Select the lines below containing the word "math".

DATA TO PROCESS
Segment Open
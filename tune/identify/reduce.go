package identify

import "math"

// solveLinear finds the linear parameters from the Gram matrices: the local ones
// are eliminated span by span (Schur complement), then the global ones solved.
// It returns the sum of squares.
func (p *projection) solveLinear(keep bool) (cost float64, ok bool) {
	g := p.globals()
	dim := g + 1
	sum := make([]float64, dim*dim)
	for i := range p.grams {
		gm := &p.grams[i]
		pick := make([]int, 0, dim)
		for c := 0; c < g; c++ {
			pick = append(pick, c)
		}
		gm.eliminate(append(pick, gm.lay.y), sum)
	}
	cholesky(sum, dim)
	last := sum[dim*dim-1]
	if math.IsInf(last, 0) {
		last = 0
	}
	if !keep {
		return last * last, true
	}
	b := p.linear
	for c := 0; c < g; c++ {
		b[c] = sum[c*dim+g]
	}
	for i := g - 1; i >= 0; i-- {
		for j := i + 1; j < g; j++ {
			b[i] -= sum[i*dim+j] * b[j]
		}
		b[i] /= sum[i*dim+i]
	}
	for i := range p.grams {
		p.grams[i].solveLocals(b)
	}
	return last * last, finite(last)
}

// eliminate adds to sum the inner products of the picked columns after removing
// from each what the span's local columns explain.
func (gm *spanGram) eliminate(pick []int, sum []float64) {
	l, n := gm.lay.locals, gm.lay.total
	dim := len(pick)
	for a, i := range pick {
		for b, j := range pick {
			sum[a*dim+b] += gm.g[i*n+j]
		}
	}
	if l == 0 {
		return
	}
	r, z := gm.localFactor(), make([]float64, dim*l)
	for a, i := range pick {
		for k := 0; k < l; k++ {
			z[a*l+k] = gm.g[(gm.lay.globals+k)*n+i]
		}
		forwardSolve(r, l, z[a*l:(a+1)*l])
	}
	for a := range pick {
		for b := range pick {
			for k := 0; k < l; k++ {
				sum[a*dim+b] -= z[a*l+k] * z[b*l+k]
			}
		}
	}
}

// localFactor returns the Cholesky factor of the local columns' Gram matrix.
func (gm *spanGram) localFactor() []float64 {
	l, n, at := gm.lay.locals, gm.lay.total, gm.lay.globals
	r := make([]float64, l*l)
	for i := 0; i < l; i++ {
		for j := 0; j < l; j++ {
			r[i*l+j] = gm.g[(at+i)*n+at+j]
		}
	}
	cholesky(r, l)
	return r
}

// solveLocals finds the local parameters for given global ones.
func (gm *spanGram) solveLocals(global []float64) {
	l, n, at := gm.lay.locals, gm.lay.total, gm.lay.globals
	if l == 0 {
		return
	}
	for k := 0; k < l; k++ {
		v := gm.g[(at+k)*n+gm.lay.y]
		for c, b := range global {
			v -= gm.g[(at+k)*n+c] * b
		}
		gm.local[k] = v
	}
	choleskySolve(gm.localFactor(), l, gm.local)
}

// reduce compresses the problem at the last inner call to a Point: the QR factor
// of [linear columns, derivatives, y] from its Gram matrix, of which the block
// behind the linear columns is the reduced Jacobian.
func (p *projection) reduce(pt *Point) bool {
	if _, ok := p.solveLinear(true); !ok {
		return false
	}
	g, m := p.globals(), p.Dim()
	r := p.factor()
	dim := g + m + 1
	rest := r[dim*dim-1]
	if math.IsInf(rest, 0) {
		rest = 0
	}
	pt.Cost = rest * rest
	for i := 0; i < m; i++ {
		row := (g + i) * dim
		for j := 0; j < m; j++ {
			pt.R[i*m+j] = 0
			if j >= i {
				pt.R[i*m+j] = r[row+g+j]
			}
		}
		pt.Qtr[i] = -r[row+dim-1]
		if math.IsInf(pt.R[i*m+i], 0) { // a derivative that nothing in the data shows
			clear(pt.R[i*m : (i+1)*m])
			pt.Qtr[i] = 0
		}
		pt.Cost += pt.Qtr[i] * pt.Qtr[i]
	}
	return finite(pt.Cost)
}

// factor returns the upper triangular factor of [global columns, derivative by
// each nonlinear parameter at the fitted linear ones, y], locals eliminated.
func (p *projection) factor() []float64 {
	g, m := p.globals(), p.Dim()
	dim := g + m + 1
	sum := make([]float64, dim*dim)
	for i := range p.grams {
		p.grams[i].combined(p.linear, m).eliminateInto(g, dim, sum)
	}
	cholesky(sum, dim)
	return sum
}

// combined maps the span's columns to [globals, locals, derivatives, y], where
// derivative m is gain × ∂response/∂m + Σ local_k × ∂free_k/∂m.
func (gm *spanGram) combined(linear []float64, m int) *spanGram {
	l, n := gm.lay, gm.lay.total
	head := l.globals + l.locals
	out := &spanGram{lay: layout{globals: l.globals, locals: l.locals, shapes: m, y: head + m, total: head + m + 1}}
	w := out.lay.total
	type term struct {
		col int
		by  float64
	}
	terms := make([][]term, w)
	for c := 0; c < head; c++ {
		terms[c] = []term{{c, 1}}
	}
	for d := 0; d < m; d++ {
		terms[head+d] = []term{{head + d, linear[0]}}
		for k := 0; k < l.frees && d < m-1; k++ {
			terms[head+d] = append(terms[head+d], term{head + l.shapes + k*(m-1) + d, gm.local[l.freeAt+k]})
		}
	}
	terms[w-1] = []term{{l.y, 1}}
	out.g = make([]float64, w*w)
	for i := 0; i < w; i++ {
		for j := i; j < w; j++ {
			v := 0.0
			for _, a := range terms[i] {
				for _, b := range terms[j] {
					v += a.by * b.by * gm.g[a.col*n+b.col]
				}
			}
			out.g[i*w+j], out.g[j*w+i] = v, v
		}
	}
	return out
}

func (gm *spanGram) eliminateInto(g, dim int, sum []float64) {
	pick := make([]int, 0, dim)
	for c := 0; c < g; c++ {
		pick = append(pick, c)
	}
	for c := g + gm.lay.locals; c < gm.lay.total; c++ {
		pick = append(pick, c)
	}
	gm.eliminate(pick, sum)
}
Segment Closed
YOUR RESPONSE
import "math"
	if math.IsInf(last, 0) {
	if math.IsInf(rest, 0) {
		if math.IsInf(pt.R[i*m+i], 0) { // a derivative that nothing in the data shows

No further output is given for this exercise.